Question

Convert list of Accession Numbers to Full Taxonomy

3

Entering edit mode

5.1 years ago

dylan.lawrence ▴ 90

I swear this question has been asked and never satisfyingly answered for over a decade.

I know the simplest answer is to perform a bunch of Entrez queries, but to quote many infomercials, "There's got to be a better way."

Here's the setup, I have a file of straight accession numbers extracted from a BLAST search. I want to convert these to full taxonomies. i.e.

GCA_000005845.2 --> Bacteria;Proteobacteria;Gammaproteobacteria;Enterobacterales;Enterobacteriaceae;Escherichia

Or something similar to that. Is there any approach to this that can be in bulk? I have a copy of the BLAST taxonomy file, but that seems to only be useful if applied during a BLAST search, do I just have to re-do all my searches with taxonomy specified?

accession numbers ncbi taxonomy • 6.0k views

ADD COMMENT • link updated 2.2 years ago by Snorre • 0 • written 5.1 years ago by dylan.lawrence ▴ 90

score 3 · Answer 1 · 2019-03-03

3

Entering edit mode

5.1 years ago

GenoMax 141k

Using NCBI Entrez direct.

$ esearch -db assembly -query "GCA_000005845" | elink -target taxonomy | efetch -format native -mode xml | grep ScientificName | awk -F ">|<" 'BEGIN{ORS=", ";}{print $3;}'

Escherichia coli str. K-12 substr. MG1655, cellular organisms, Bacteria, Proteobacteria, Gammaproteobacteria, Enterobacterales, Enterobacteriaceae, Escherichia, Escherichia coli, Escherichia coli K-12,

If your other accession numbers are not genomic assemblies then you would need to switch databases.

$ esearch -db nuccore -query "NG_047018" | elink -target taxonomy | efetch -format native -mode xml | grep ScientificName | awk -F ">|<" 'BEGIN{ORS=", ";}{print $3;}'

Homo sapiens, cellular organisms, Eukaryota, Opisthokonta, Metazoa, Eumetazoa, Bilateria, Deuterostomia, Chordata, Craniata, Vertebrata, Gnathostomata, Teleostomi, Euteleostomi, Sarcopterygii, Dipnotetrapodomorpha, Tetrapoda, Amniota, Mammalia, Theria, Eutheria, Boreoeutheria, Euarchontoglires, Primates, Haplorrhini, Simiiformes, Catarrhini, Hominoidea, Hominidae, Homininae, Homo,

ADD COMMENT • link 5.1 years ago by GenoMax 141k

1

Entering edit mode

Is there a general database? My accessions have a huge number of prefixes.

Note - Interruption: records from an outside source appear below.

def coefficients_frame(content: ReportContent) -> pd.DataFrame:
    """Tidy: one row per variable and coefficient, with interval, SE and reason."""
    rows = [
        {
            "variable": r.variable,
            "kind": r.kind,
            "level": r.level,
            "coefficient": c.key,
            "name": c.name,
            "estimate": c.estimate,
            "ci_low": c.ci_low,
            "ci_high": c.ci_high,
            "se": c.se,
            "undefined_because": c.reason if c.estimate is None else None,
        }
        for r in content.table
        for c in r.coefficients
    ]
    return pd.DataFrame(
        rows,
        columns=[
            "variable",
            "kind",
            "level",
            "coefficient",
            "name",
            "estimate",
            "ci_low",
            "ci_high",
            "se",
            "undefined_because",
        ],
    )


def intervals_frame(content: ReportContent) -> pd.DataFrame:
    """The interval chart's data."""
    return pd.DataFrame(
        [
            {
                "variable": r.variable,
                "alpha": r.alpha.estimate if r.alpha else None,
                "ci_low": r.alpha.ci_low if r.alpha else None,
                "ci_high": r.alpha.ci_high if r.alpha else None,
                "verdict": r.verdict,
                "threshold_reliable": r.reliable,
                "threshold_tentative": r.tentative,
            }
            for r in content.table
        ],
        columns=[
            "variable",
            "alpha",
            "ci_low",
            "ci_high",
            "verdict",
            "threshold_reliable",
            "threshold_tentative",
        ],
    )


# ---- categories ----------------------------------------------------------------------------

ADD REPLY • link 5.1 years ago by dylan.lawrence ▴ 90

0

Entering edit mode

What did you blast against to get these accessions? Most everything that is not a genome/assembly (i.e. non G* numbers) should be covered by the main nucleotide database (nuccore).

ADD REPLY • link 5.1 years ago by GenoMax 141k

0

Entering edit mode

Also available as python package (Biopython). e.g.

from Bio import Entrez
data = Entrez.efetch(db = "nucleotide", id = "NC_003197.2")

ADD REPLY • link 2.2 years ago by Snorre • 0

score 1 · Answer 2 · 2019-03-03

Yeah, I wrote a thing to do this (which really is just doing entries queries behind the scenes).

https://github.com/jrjhealey/PYlogeny

Disclaimer, it’s still version...like....0.0001, so at the moment I only have it working with RefSeq, but it would be easy to generalise it. I’d be happy to take contributions or if you let me know what you need I’ll work on making it more fully fledged (which I intend to do over time anyway).

An alternative approach is to download the tax dump file from NCBI, which would allow you to do faster/more parallel lookups, but does require downloading a newer/up to date database fairly frequently.